这让方定海想了会儿这事。但除此之外,他的神情却也不像有心情一直想这些,因为接着,年轻僧人任凭一只手抬起来,才看着自己那只从兜里拿出来的手。
这‘手’,就如同顾东来之前推测的那样,是受了什么伤。
但方定海之所以不想让别人看到,却是因为另一个缘故。
因为除了那皮肤表面接近手腕的一圈有着非常恐怖的烙痕,在整个手掌心中央,他的手却被一层像是鳞片一样的东西包裹着。
这雪白色,带着一点金底泛着一层漂亮冷光的鳞片,被严重灼伤了几块。那鳞流光溢彩,却也不像个常人。不仅如此,他的手现在其实更接近于一个‘爪’,而不是‘手’。
因为手没恢复,他才无法抓着帝释。在那伤口处露出鲜红狰狞的皮肉,一看就伤的极深,也是因为这个,他左手上的白色鳞片才会由于这个缘故一直这样下不去。
可他的这种状态,显然并不能令任何人发现。也是这时,正当年轻僧人抵墙在想事,一辆动静很耳熟也很暴躁的车在他面前停下了。

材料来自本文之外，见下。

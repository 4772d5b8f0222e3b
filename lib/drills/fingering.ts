/**
 * Fingering estimator: a second-order Viterbi search over finger assignments that minimises the
 * ergonomic rule costs of Parncutt et al. (1997) — or Jacobs (2001) — for one hand (FACTS.md §5).
 *
 * Single notes are scored exactly as in the published model (pairs and trios of consecutive notes).
 * Chords are an extension: a chord's fingers rise with pitch (fall for the left hand) within the
 * span table; the spans inside a chord are scored with rules 1–3; between slices the lowest and the
 * highest lines are each scored and averaged.
 */
import type { Hand, NoteEvent } from "../score/types";
import { buildSlices, scoreFinger, type Slice } from "./fingering-slices";
import {
  chordPracticalPenalty,
  clearCosts,
  emptyCosts,
  noteCosts,
  pairCosts,
  totalCost,
  trioCosts,
  type FingeringModel,
  type RuleCosts,
} from "./fingering-rules";

export interface FingeringOptions {
  readonly model?: FingeringModel;
  /**
   * Preferred finger per input event (null = none), e.g. carried over from the passage a drill note
   * comes from. A hint is followed when it fits its chord; unlike a written fingering it is not forced.
   */
  readonly hints?: readonly (number | null)[];
  /** When false, only `fingers` is filled (costs stay empty), which is much faster. Default true. */
  readonly costs?: boolean;
}

export interface FingeringResult {
  /** Finger per input event (same order); null for rests. Written fingerings are kept. */
  readonly fingers: (number | null)[];
  /** Rule points per input event (a slice's points shared by its notes; 0 for rests and ties). */
  readonly costPerNote: number[];
  /** Rule points per 0-based measure index. */
  readonly costPerBar: Map<number, number>;
  /** Points per rule per measure, for explaining what makes a bar hard. */
  readonly rulesPerBar: Map<number, RuleCosts>;
}

/** Line notes of a slice: the lowest (0) and the highest (1) kept pitch. */
const lineIndex = (s: Slice, line: 0 | 1): number => (line === 0 ? 0 : s.midis.length - 1);

const chordScratch = emptyCosts();

/** Rules on one slice alone: note rules with neighbour colours, and spans inside a chord. */
function sliceCosts(slices: readonly Slice[], s: number, state: readonly number[], hand: Hand, model: FingeringModel, into: RuleCosts): void {
  const cur = slices[s]!;
  const prev = slices[s - 1];
  const next = slices[s + 1];
  for (let j = 0; j < cur.midis.length; j++) {
    const line: 0 | 1 = j === 0 ? 0 : 1;
    const p = prev ? prev.midis[lineIndex(prev, line)]! : null;
    const n = next ? next.midis[lineIndex(next, line)]! : null;
    noteCosts(cur.midis[j]!, state[j]!, p, n, model, into);
  }
  for (let j = 0; j + 1 < cur.midis.length; j++) {
    const chord = clearCosts(chordScratch);
    pairCosts(cur.midis[j]!, state[j]!, cur.midis[j + 1]!, state[j + 1]!, hand, model, chord);
    into.stretch += chord.stretch;
    into.smallSpan += chord.smallSpan;
    into.largeSpan += chord.largeSpan;
    into.overPractical += chordPracticalPenalty(cur.midis[j]!, state[j]!, cur.midis[j + 1]!, state[j + 1]!, hand, model);
  }
}

/** Pair rules from slice s to s+1 along the low and high lines (averaged when they differ). */
function linkCosts(a: Slice, fa: readonly number[], b: Slice, fb: readonly number[], hand: Hand, model: FingeringModel, into: RuleCosts): void {
  const single = a.midis.length === 1 && b.midis.length === 1;
  const weight = single ? 1 : 0.5;
  const lines: (0 | 1)[] = single ? [0] : [0, 1];
  for (const line of lines) {
    const i = lineIndex(a, line);
    const j = lineIndex(b, line);
    addScaled(into, pairCosts(a.midis[i]!, fa[i]!, b.midis[j]!, fb[j]!, hand, model), weight);
  }
}

/** Trio rules over slices s-1, s, s+1 along the low and high lines. */
function trioLinkCosts(a: Slice, fa: readonly number[], b: Slice, fb: readonly number[], c: Slice, fc: readonly number[], hand: Hand, model: FingeringModel, into: RuleCosts): void {
  const single = a.midis.length === 1 && b.midis.length === 1 && c.midis.length === 1;
  const weight = single ? 1 : 0.5;
  const lines: (0 | 1)[] = single ? [0] : [0, 1];
  for (const line of lines) {
    const i = lineIndex(a, line);
    const j = lineIndex(b, line);
    const k = lineIndex(c, line);
    addScaled(into, trioCosts(a.midis[i]!, fa[i]!, b.midis[j]!, fb[j]!, c.midis[k]!, fc[k]!, hand, model), weight);
  }
}

function addScaled(into: RuleCosts, add: RuleCosts, w: number): void {
  for (const key of Object.keys(add) as (keyof RuleCosts)[]) into[key] += add[key] * w;
}

/**
 * Search cost: the rule points plus a tie-break far below one point — among equally costly
 * fingerings, prefer the one with fewer hand-position changes (rule 4).
 */
const rank = (c: RuleCosts): number => totalCost(c) + 1e-3 * c.positionChangeCount;

/**
 * Second tie-break, for chords only (common practice): the chord's outer notes go to the hand's outer
 * fingers when nothing else decides — a C major triad is 1-3-5, not 1-2-4.
 */
function chordTieBreak(state: readonly number[]): number {
  if (state.length < 2) return 0;
  const lo = Math.min(...state);
  const hi = Math.max(...state);
  return 1e-4 * (lo - 1 + (5 - hi));
}

/** `rank` of the pair rules between two slices, summed into `into` without allocating. */
function linkRank(a: Slice, fa: readonly number[], b: Slice, fb: readonly number[], hand: Hand, model: FingeringModel, into: RuleCosts): number {
  pairCosts(a.midis[0]!, fa[0]!, b.midis[0]!, fb[0]!, hand, model, into);
  if (a.midis.length === 1 && b.midis.length === 1) return rank(into);
  const i = a.midis.length - 1, j = b.midis.length - 1;
  pairCosts(a.midis[i]!, fa[i]!, b.midis[j]!, fb[j]!, hand, model, into);
  return 0.5 * rank(into);
}

const trioScratch = emptyCosts();

/** `rank` of the trio rules without allocating: only rules 4, 5 and 7 touch the scratch tally. */
function trioRank(a: Slice, fa: readonly number[], b: Slice, fb: readonly number[], c: Slice, fc: readonly number[], hand: Hand, model: FingeringModel): number {
  const single = a.midis.length === 1 && b.midis.length === 1 && c.midis.length === 1;
  const t = trioScratch;
  t.positionChangeCount = 0; t.positionChangeSize = 0; t.threeFourFive = 0;
  const i0 = 0, j0 = 0, k0 = 0;
  trioCosts(a.midis[i0]!, fa[i0]!, b.midis[j0]!, fb[j0]!, c.midis[k0]!, fc[k0]!, hand, model, t);
  if (!single) {
    const i = a.midis.length - 1, j = b.midis.length - 1, k = c.midis.length - 1;
    trioCosts(a.midis[i]!, fa[i]!, b.midis[j]!, fb[j]!, c.midis[k]!, fc[k]!, hand, model, t);
  }
  const w = single ? 1 : 0.5;
  return w * (t.positionChangeCount * (1 + 1e-3) + t.positionChangeSize + t.threeFourFive);
}

/** Best state per slice by second-order Viterbi. */
function search(slices: readonly Slice[], hand: Hand, model: FingeringModel): number[] {
  const n = slices.length;
  if (n === 0) return [];
  if (slices.every((s) => s.states.length === 1)) return new Array<number>(n).fill(0); // nothing to choose
  const scratch = emptyCosts();
  const stat = slices.map((s, i) => s.states.map((st) => { clearCosts(scratch); sliceCosts(slices, i, st, hand, model, scratch); return rank(scratch) + chordTieBreak(st); }));
  if (n === 1) return [argmin(stat[0]!)];
  const link = slices.slice(0, -1).map((a, i) => a.states.map((fa) => slices[i + 1]!.states.map((fb) => {
    clearCosts(scratch); return linkRank(a, fa, slices[i + 1]!, fb, hand, model, scratch);
  })));
  // v[a][b]: best cost of a path whose last two slices take states a (s-1) and b (s).
  let v = slices[0]!.states.map((_, a) => slices[1]!.states.map((_, b) => stat[0]![a]! + stat[1]![b]! + link[0]![a]![b]!));
  const back: number[][][] = [];
  for (let s = 1; s + 1 < n; s++) {
    const A = slices[s - 1]!, B = slices[s]!, C = slices[s + 1]!;
    const nv: number[][] = B.states.map(() => new Array<number>(C.states.length).fill(Infinity));
    const bp: number[][] = B.states.map(() => new Array<number>(C.states.length).fill(0));
    for (let b = 0; b < B.states.length; b++) {
      for (let c = 0; c < C.states.length; c++) {
        const step = link[s]![b]![c]! + stat[s + 1]![c]!;
        let best = Infinity, arg = 0;
        for (let a = 0; a < A.states.length; a++) {
          const base = v[a]![b]!;
          if (base >= best) continue;
          const total = base + trioRank(A, A.states[a]!, B, B.states[b]!, C, C.states[c]!, hand, model);
          if (total < best) { best = total; arg = a; }
        }
        nv[b]![c] = best + step;
        bp[b]![c] = arg;
      }
    }
    back.push(bp);
    v = nv;
  }
  let bestB = 0, bestC = 0;
  for (let b = 0; b < v.length; b++) for (let c = 0; c < v[b]!.length; c++) if (v[b]![c]! < v[bestB]![bestC]!) { bestB = b; bestC = c; }
  const path = new Array<number>(n);
  path[n - 1] = bestC; path[n - 2] = bestB;
  for (let s = n - 1; s >= 2; s--) path[s - 2] = back[s - 2]![path[s - 1]!]![path[s]!]!;
  return path;
}

function argmin(xs: readonly number[]): number {
  let k = 0;
  xs.forEach((x, i) => { if (x < xs[k]!) k = i; });
  return k;
}

/**
 * Estimate fingering for the events of one hand, in order (chord members share an onset).
 * Fingerings written in the score (`fingering[0].finger`) are fixed points and are returned as written.
 *
 * @example
 * estimateFingering(cMajorScaleRightHand, "right").fingers // [1, 2, 3, 1, 2, 3, 4, 5]
 */
export function estimateFingering(events: readonly NoteEvent[], hand: Hand, options: FingeringOptions = {}): FingeringResult {
  const model = options.model ?? "parncutt";
  const { slices, tiedTo } = buildSlices(events, hand, options.hints);
  const path = search(slices, hand, model);
  const fingers: (number | null)[] = events.map(() => null);
  const costPerNote = events.map(() => 0);
  const costPerBar = new Map<number, number>();
  const rulesPerBar = new Map<number, RuleCosts>();
  if (options.costs === false) {
    slices.forEach((slice, s) => {
      const state = slice.states[path[s]!]!;
      slice.members.forEach((ms, j) => ms.forEach((i) => { fingers[i] = scoreFinger(events[i]!) ?? state[j]!; }));
    });
    for (const [i, from] of tiedTo) fingers[i] = fingers[from] ?? null;
    return { fingers, costPerNote, costPerBar, rulesPerBar };
  }
  slices.forEach((slice, s) => {
    const state = slice.states[path[s]!]!;
    const rules = emptyCosts();
    sliceCosts(slices, s, state, hand, model, rules);
    if (s >= 1) linkCosts(slices[s - 1]!, slices[s - 1]!.states[path[s - 1]!]!, slice, state, hand, model, rules);
    if (s >= 2) trioLinkCosts(slices[s - 2]!, slices[s - 2]!.states[path[s - 2]!]!, slices[s - 1]!, slices[s - 1]!.states[path[s - 1]!]!, slice, state, hand, model, rules);
    const cost = totalCost(rules);
    const struck = slice.members.flat();
    slice.members.forEach((ms, j) => ms.forEach((i) => {
      fingers[i] = scoreFinger(events[i]!) ?? state[j]!;
      costPerNote[i] = cost / struck.length;
    }));
    costPerBar.set(slice.measure, (costPerBar.get(slice.measure) ?? 0) + cost);
    const bar = rulesPerBar.get(slice.measure) ?? emptyCosts();
    addScaled(bar, rules, 1);
    rulesPerBar.set(slice.measure, bar);
  });
  for (const [i, from] of tiedTo) fingers[i] = fingers[from] ?? null;
  return { fingers, costPerNote, costPerBar, rulesPerBar };
}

当下,方定海快速收回了自己的那一只手,放回了兜里抬头。他本以为会看到有个人已经抓回了自己外甥。可是当方定海睁眼,却只看到顾东来一个人坐在车里靠在驾驶座上,王栩不在。
“怎么了。”
第一反应没有去问王栩怎么不在,没有去细想,方定海反而是一眼看到顾东来这副表情不对劲的样子。
并直觉他似乎刚发生了什么,可没等他问清楚,精神状态极其糟糕恶劣的顾东来却整个人往驾驶座上一靠,又用手挡着额头和双眼,才用一种胸膛中有点反常的声音问他道,
“你等下还有什么事么。”
“做什么。”
方定海问他。
“去找死,去不去。”
他这有点心烦,有点低落,也不想多解释的口气,一听就是心情真的很差劲。不过看他现在这样,搞不好自己不去,他又会像以前那样疯子一般,去找点别的什么不正常的‘乐子’来宣泄压力了。
一心普渡世人的方法僧竟也难得给他了一个面子。
可大半夜,外甥没接到,反而是他们俩真的像‘二郎神’本人之前说的那样。不仅什么好没捞着,又继续半夜凑一块了,这就有点巧合了。

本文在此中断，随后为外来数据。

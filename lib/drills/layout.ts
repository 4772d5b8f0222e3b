/**
 * Lay out drill content into bars: durations become written notes (type, dots, tuplet), notes
 * that cross a barline are split and tied, and every bar is completed with rests so that it sums
 * exactly to the time signature.
 */
import Fraction from "fraction.js";
import type { Fingering, Hand, NoteEvent, NoteMark, Pitch, TimeSignature, Written } from "../score/types";
import { writtenPieces } from "./written-pieces";

export { impliedTuplet, writtenPieces } from "./written-pieces";

/** One note of a drill slot; `source` is the passage note it comes from (its fingering is kept). */
export interface SlotNote {
  readonly pitch: Pitch;
  readonly source?: NoteEvent;
  /**
   * A passage note this note stands for when moved (a sequence step, another octave): its
   * estimated finger is suggested, but its written fingering is not copied.
   */
  readonly like?: NoteEvent;
  /** A fingering the drill prescribes (e.g. standard scale fingering), marked "drill". */
  readonly fingering?: readonly Fingering[];
}

/** One written sonority (or rest, when `notes` is empty) of a drill, with its exact duration. */
export interface Slot {
  /** Sounding duration in quarter notes. */
  readonly duration: Fraction;
  readonly notes: readonly SlotNote[];
  readonly tuplet?: { readonly actual: number; readonly normal: number };
  readonly marks?: readonly NoteMark[];
  readonly words?: string;
  readonly dynamic?: string;
  /** Grace notes written just before this slot's notes (no time of their own). */
  readonly grace?: readonly SlotNote[];
}

/** A stretch of drill music that starts on a new bar; both hands run side by side. */
export interface Segment {
  readonly right?: readonly Slot[];
  readonly left?: readonly Slot[];
  /** Rests before the first slot, e.g. to keep a pickup's place in the bar. */
  readonly lead?: Fraction;
  /** Metronome mark written in the first bar of the segment. */
  readonly tempo?: number;
}

/** A laid-out hand: events without ids yet, plus the number of bars used. */
export interface LaidEvent extends Omit<NoteEvent, "id" | "part" | "staff" | "voice"> {
  readonly hand: Hand;
  /** The passage note this note plays (its fingering can be carried over). */
  readonly source?: NoteEvent;
  /** The passage note this moved note stands for (see `SlotNote.like`). */
  readonly like?: NoteEvent;
}

/**
 * Bar length in quarter notes.
 *
 * @example
 * barLength({ beats: 6, beatType: 8 }).toFraction(); // "3"
 */
export function barLength(time: TimeSignature): Fraction {
  return new Fraction(time.beats * 4, time.beatType);
}

/** One written piece of a slot: where it starts, its bar and its written value. */
interface Piece { onset: Fraction; duration: Fraction; written: Written; measure: number }

function gcd(x: number, y: number): number {
  while (y !== 0) [x, y] = [y, x % y];
  return x;
}

/** `f` in ticks of 1/`unit` quarter note, or NaN when it is not a whole number of ticks. */
function ticksOf(f: Fraction, unit: number): number {
  const t = (Number(f.s * f.n) * unit) / Number(f.d);
  return Number.isSafeInteger(t) ? t : NaN;
}

/**
 * The written pieces of every slot, counted in integer ticks (a common denominator of all
 * lengths) so that only each piece's onset becomes a Fraction. Null when a length does not fit
 * the ticks; the caller then lays the slots with Fractions throughout.
 */
function piecesByTicks(slots: readonly Slot[], start: Fraction, bar: Fraction): { pieces: Piece[][]; end: Fraction } | null {
  let unit = Number(bar.d) * Number(start.d) / gcd(Number(bar.d), Number(start.d));
  for (const slot of slots) {
    const d = Number(slot.duration.d);
    unit = (unit / gcd(unit, d)) * d;
  }
  if (!Number.isSafeInteger(unit) || unit > 1 << 20) return null;
  const barT = ticksOf(bar, unit);
  const onsets = new Map<number, Fraction>();
  const at = (t: number) => {
    let f = onsets.get(t);
    if (!f) onsets.set(t, (f = new Fraction(t, unit)));
    return f;
  };
  let t = ticksOf(start, unit);
  const out: Piece[][] = [];
  for (const slot of slots) {
    const slotEnd = t + ticksOf(slot.duration, unit);
    const pieces: Piece[] = [];
    let cursor = t;
    while (cursor < slotEnd) {
      const measure = Math.floor(cursor / barT);
      const chunkEnd = Math.min((measure + 1) * barT, slotEnd);
      for (const p of writtenPieces(new Fraction(chunkEnd - cursor, unit), slot.tuplet)) {
        const length = ticksOf(p.duration, unit);
        if (Number.isNaN(length)) return null;
        pieces.push({ onset: at(cursor), duration: p.duration, written: p.written, measure });
        cursor += length;
      }
    }
    out.push(pieces);
    t = slotEnd;
  }
  return { pieces: out, end: at(t) };
}

/** The same pieces with Fractions throughout (any length). */
function piecesExact(slots: readonly Slot[], start: Fraction, bar: Fraction): { pieces: Piece[][]; end: Fraction } {
  let t = start;
  const out: Piece[][] = [];
  for (const slot of slots) {
    const slotEnd = t.add(slot.duration);
    const pieces: Piece[] = [];
    let cursor = t;
    while (cursor.compare(slotEnd) < 0) {
      const measure = cursor.div(bar).floor().valueOf();
      const barEnd = bar.mul(measure + 1);
      const chunkEnd = barEnd.compare(slotEnd) < 0 ? barEnd : slotEnd;
      for (const p of writtenPieces(chunkEnd.sub(cursor), slot.tuplet)) {
        pieces.push({ onset: cursor, duration: p.duration, written: p.written, measure });
        cursor = cursor.add(p.duration);
      }
    }
    out.push(pieces);
    t = slotEnd;
  }
  return { pieces: out, end: t };
}

/** The slot's notes low to high, one per key (a printed finger's note kept over a bare one). */
function oneNotePerKey(notes: readonly SlotNote[]): SlotNote[] {
  const byKey = new Map<number, SlotNote>();
  for (const n of notes) {
    const had = byKey.get(n.pitch.midi);
    if (!had || (!had.source?.fingering?.length && n.source?.fingering?.length)) byKey.set(n.pitch.midi, n);
  }
  return [...byKey.values()].sort((a, b) => a.pitch.midi - b.pitch.midi);
}

/** Lay one hand's slots from `start`, splitting at barlines; returns events and the end time. */
function layHand(
  hand: Hand,
  slots: readonly Slot[],
  start: Fraction,
  bar: Fraction,
): { events: LaidEvent[]; end: Fraction } {
  const { pieces: all, end } = piecesByTicks(slots, start, bar) ?? piecesExact(slots, start, bar);
  const events: LaidEvent[] = [];
  slots.forEach((slot, s) => {
    const pieces = all[s]!;
    // One hand plays a key once: a unison of two voices in one slot is written as one note (the
    // one with a printed finger, if any), never as two noteheads with one finger.
    const sorted = slot.notes.length > 1 ? oneNotePerKey(slot.notes) : slot.notes;
    const extra: { marks?: readonly NoteMark[]; words?: string; dynamic?: string } = {};
    if (slot.marks !== undefined) extra.marks = slot.marks;
    if (slot.words !== undefined) extra.words = slot.words;
    if (slot.dynamic !== undefined) extra.dynamic = slot.dynamic;
    // A chord takes one fermata, accent, word or dynamic (on its first note), as printed music does;
    // a diamond head marks every key pressed silently.
    const diamonds = slot.marks?.filter((m) => m === "diamond") ?? [];
    const rest: typeof extra = diamonds.length ? { marks: diamonds } : {};
    pieces.forEach((p, i) => {
      const { measure } = p;
      const first = i === 0;
      if (first && slot.grace) {
        for (const g of slot.grace) {
          const written = { type: g.source?.written.type ?? "eighth", dots: 0, tuplet: null };
          const fromScore = g.source?.fingering?.length ? g.source.fingering : undefined;
          events.push({
            hand, measure, onset: p.onset, duration: new Fraction(0), written, pitch: g.pitch, chord: false, tie: "none", grace: true,
            ...(g.source ? { source: g.source } : {}),
            ...(fromScore ? { fingering: fromScore, fingeringSource: "score" as const } : {}),
          });
        }
      }
      const tie = pieces.length === 1 ? "none" : first ? "start" : i === pieces.length - 1 ? "stop" : "continue";
      if (sorted.length === 0) {
        events.push({ hand, measure, onset: p.onset, duration: p.duration, written: p.written, pitch: null, chord: false, tie: "none", ...(first ? extra : {}) });
        return;
      }
      sorted.forEach((n, k) => {
        const fromScore = first && n.source?.fingering?.length ? n.source.fingering : undefined;
        const chosen = first && !fromScore && n.fingering?.length ? n.fingering : undefined;
        const e: LaidEvent = {
          hand,
          measure,
          onset: p.onset,
          duration: p.duration,
          written: p.written,
          pitch: n.pitch,
          chord: k > 0,
          tie,
          ...(n.source ? { source: n.source } : {}),
          ...(n.like ? { like: n.like } : {}),
          ...(fromScore ? { fingering: fromScore, fingeringSource: "score" as const } : {}),
          ...(chosen ? { fingering: chosen, fingeringSource: "drill" as const } : {}),
          ...(first ? (k === 0 ? extra : rest) : {}),
        };
        events.push(e);
      });
    });
  });
  return { events, end };
}

/** Rests from `from` to `to`, split at barlines. */
function restsBetween(hand: Hand, from: Fraction, to: Fraction, bar: Fraction): LaidEvent[] {
  if (from.compare(to) >= 0) return [];
  return layHand(hand, [{ duration: to.sub(from), notes: [] }], from, bar).events;
}

/**
 * Lay segments into full bars for the given hands. Each segment starts on a new bar; each hand is
 * completed with rests to the end of the segment's last bar.
 *
 * @example
 * const { events, bars } = laySegments([{ right: [{ duration: new Fraction(3), notes: [] }] }], ["right"], { beats: 4, beatType: 4 });
 * // bars === 1; the right hand has a dotted-half rest and a quarter rest
 */
export function laySegments(
  segments: readonly Segment[],
  hands: readonly Hand[],
  time: TimeSignature,
): { events: LaidEvent[]; bars: number; tempos: Map<number, number> } {
  const bar = barLength(time);
  const events: LaidEvent[] = [];
  const tempos = new Map<number, number>();
  let barIndex = 0;
  for (const seg of segments) {
    const segStart = bar.mul(barIndex);
    const contentStart = segStart.add(seg.lead ?? 0);
    const laid = hands.map((h) => layHand(h, seg[h] ?? [], contentStart, bar));
    const maxEnd = laid.reduce((m, l) => (l.end.compare(m) > 0 ? l.end : m), contentStart);
    let bars = maxEnd.sub(segStart).div(bar).ceil().valueOf();
    if (bars < 1) bars = 1;
    const segEnd = segStart.add(bar.mul(bars));
    hands.forEach((h, i) => {
      events.push(...restsBetween(h, segStart, contentStart, bar));
      events.push(...laid[i].events);
      events.push(...restsBetween(h, laid[i].end, segEnd, bar));
    });
    if (seg.tempo !== undefined) tempos.set(barIndex, seg.tempo);
    barIndex += bars;
  }
  return { events, bars: barIndex, tempos };
}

但仔细回想,两个人好像总是能在自己比较烦,比较像个人,也没那么不可击垮的时候遇上彼此。
这也就让这一切变得没那么让人难以理解了。
也是两个人一路迎着夜风,又任由某人把车开出市中心。让方定海怎么也没想到的是,顾东来大半夜的竟然拉着他一起来做了一件意想不到的事。
因为,往常他都是一个人用喝酒享乐来寻求刺激的。可今晚顾东来竟然难得很有情调,或者说堪称诗情画意般找他一块来看海了。
虽然这片‘海’,理智上,应该更应该称作江。
还是建立在从龙江市的山顶开下来,才能遥望到另一边龙泉山下方,才能看到的一条很模糊的‘海际线’。

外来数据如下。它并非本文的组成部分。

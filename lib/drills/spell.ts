/**
 * Pitch spelling for drills, on top of tonal: MIDI numbers spelled in a key, transposition by
 * interval, and chromatic steps spelled the key's way — the key's own notes first, then flats in
 * flat keys and sharps in sharp keys (a key has one spelling direction); in C major and A minor,
 * sharps going up and flats going down (common practice).
 */
import { Note, Scale } from "tonal";
import type { KeySignature, Pitch } from "../score/types";

const STEPS = ["C", "D", "E", "F", "G", "A", "B"] as const;

/**
 * A model pitch from a tonal note name with octave ("F#4", "Bb2", "B#3").
 *
 * @example
 * pitchFromName("F#4"); // { step: "F", alter: 1, octave: 4, midi: 66 }
 */
export function pitchFromName(name: string): Pitch {
  const n = Note.get(name);
  if (n.empty || n.oct === undefined || n.midi === null || n.midi === undefined) {
    throw new RangeError(`not a note with octave: ${name}`);
  }
  const step = n.letter as Pitch["step"];
  if (!STEPS.includes(step)) throw new RangeError(`not a note letter: ${name}`);
  return { step, alter: n.alt, octave: n.oct, midi: n.midi };
}

/**
 * The tonal name of a pitch ("F#4").
 *
 * @example
 * pitchName({ step: "B", alter: -1, octave: 3, midi: 58 }); // "Bb3"
 */
export function pitchName(p: Pitch): string {
  const acc = p.alter > 0 ? "#".repeat(p.alter) : "b".repeat(-p.alter);
  return `${p.step}${acc}${p.octave}`;
}

/**
 * The tonic of a key signature: major keys from C, minor keys from A, along the circle of fifths.
 *
 * @example
 * keyTonic({ fifths: 2, mode: "major" }); // "D"
 * keyTonic({ fifths: -1, mode: "minor" }); // "D"
 */
export function keyTonic(key: KeySignature): string {
  return Note.transposeFifths(key.mode === "minor" ? "A" : "C", key.fifths);
}

/**
 * The tonal scale name of a key ("D major", "B minor").
 *
 * @example
 * keyScaleName({ fifths: 3, mode: "major" }); // "A major"
 */
export function keyScaleName(key: KeySignature): string {
  return `${keyTonic(key)} ${key.mode === "minor" ? "minor" : "major"}`;
}

/**
 * Pitch classes treated as "in the key": the scale, plus the raised 6th and 7th in minor unless
 * they need a double sharp (C𝄪 in D♯ minor: a plain D is spelled D).
 */
function keyPitchClasses(key: KeySignature): string[] {
  const tonic = keyTonic(key);
  if (key.mode !== "minor") return Scale.get(`${tonic} major`).notes;
  const natural = Scale.get(`${tonic} minor`).notes;
  const melodic = Scale.get(`${tonic} melodic minor`).notes.filter((n) => !/##|bb/.test(n));
  return [...new Set([...natural, ...melodic])];
}

/** Spell a MIDI number with a given pitch class (same chroma), choosing the octave that fits. */
function withPitchClass(pc: string, midi: number): Pitch | null {
  const base = Math.floor(midi / 12) - 1;
  for (const oct of [base, base - 1, base + 1]) {
    const n = Note.get(`${pc}${oct}`);
    if (n.midi === midi) return pitchFromName(n.name);
  }
  return null;
}

/**
 * Spell a MIDI number: the key's own spelling when the pitch class belongs to the key; otherwise
 * the key's side — flats in flat keys, sharps in sharp keys — and, in a key with no sharps or
 * flats, sharps going up and flats going down (common practice; sharps with no direction).
 *
 * @example
 * spellMidi(66, { fifths: -1, mode: "major" }); // Gb4 (F major has no F#)
 * spellMidi(66, { fifths: 2, mode: "major" }); // F#4 (in D major)
 * spellMidi(61, { fifths: 0, mode: "major" }, "down"); // Db4
 * spellMidi(68, { fifths: -3, mode: "major" }, "up"); // Ab4 (E♭ major: G, A♭, A, B♭ going up)
 */
export function spellMidi(
  midi: number,
  key: KeySignature,
  direction: "up" | "down" | "none" = "none",
): Pitch {
  for (const pc of keyPitchClasses(key)) {
    if (Note.chroma(pc) === ((midi % 12) + 12) % 12) {
      const p = withPitchClass(pc, midi);
      if (p) return p;
    }
  }
  const sharps = key.fifths > 0 || (key.fifths === 0 && direction !== "down");
  return pitchFromName(sharps ? Note.fromMidiSharps(midi) : Note.fromMidi(midi));
}

/**
 * One chromatic step up or down. With a key, spelled the key's way (`spellMidi`: its own notes,
 * then flats in flat keys and sharps in sharp keys); without one, a sharp or natural going up and
 * a flat or natural going down.
 *
 * @example
 * chromaticStep(pitchFromName("C4"), 1); // C#4
 * chromaticStep(pitchFromName("D4"), -1); // Db4
 * chromaticStep(pitchFromName("G4"), 1, { fifths: -3, mode: "major" }); // Ab4
 */
export function chromaticStep(p: Pitch, dir: 1 | -1, key?: KeySignature): Pitch {
  const midi = p.midi + dir;
  if (key) return spellMidi(midi, key, dir > 0 ? "up" : "down");
  return pitchFromName(dir > 0 ? Note.fromMidiSharps(midi) : Note.fromMidi(midi));
}

/**
 * Transpose by an interval name with tonal's `Note.transpose` ("3M", "-2m", "8P").
 *
 * @example
 * transposePitch(pitchFromName("C4"), "3M"); // E4
 */
export function transposePitch(p: Pitch, interval: string): Pitch {
  const name = Note.transpose(pitchName(p), interval);
  if (!name) throw new RangeError(`cannot transpose ${pitchName(p)} by ${interval}`);
  return pitchFromName(name);
}

/**
 * The same pitch class moved by whole octaves (spelling kept).
 *
 * @example
 * shiftOctave(pitchFromName("G3"), 1); // G4
 */
export function shiftOctave(p: Pitch, octaves: number): Pitch {
  return { ...p, octave: p.octave + octaves, midi: p.midi + 12 * octaves };
}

可是当他们一起迎着风出现在这个地方时,不可否认,他们真的像在站在海边一样。
脚下的沙子。远处那隔着人工油漆栏杆,才能撇到一点痕迹的月亮。
江边,还有背过身远离人世间的五光十色的夜景中,都在让这一切变得美轮美奂。
当下了车,在他身边走着,顾东来一下走在了前头,又扯开自己的衬衫躺倒在这夜晚存在于人间尽头的江水中。
白和黑交融的无尽江水中,让身体和天地万物交融在一起男人的长卷发被水冲散了。他的衬衫完全地湿透了,胸膛,花臂,还有白到让衣服贴近在身上完全显现出身形的狂傲,不羁。
“为什么到这儿来。”
“鸟也会喜欢海么。”
方定海问他。
“为什么鸟不能喜欢海。”
“从来没有见过的东西,就会产生憧憬,鸟喜欢自由,当然会喜欢海,哪怕会淹死,可是至少在死前见过一次。”
“我是人,还不是佛。”
“我的神魂永远喜欢自由。”
他就像个光下出现的,站在沙滩上对方定海说着漫无边际的诗。然后,他一个人仰头。顾东来一个人久久地贪恋地用双眼仰头看着星星,面容就是回到了故乡的一个少年人。
他的眼睛很单纯。满满的,都是思念。却也让方定海站在他的身后跟着他一起看了许久。可也是这时,伴着这人的手抬起,他就这么在方定海的眼前变出了一朵白色的优钵罗。
“送你。”
和以前和人开玩笑的意味不一样。
这一次这朵白色的佛花,顾东来捏住说完,却向着方定海这一头抛了过来。
僧人没抬手,花却自己如同有生命般落在了他的一只掌心。也是伴着这一朵鲜花落下,像是从二人所站立的遥远的轮回尽头中,天光被照亮,那一个伴着回忆和苍老的古老女人声音却又一次响起了。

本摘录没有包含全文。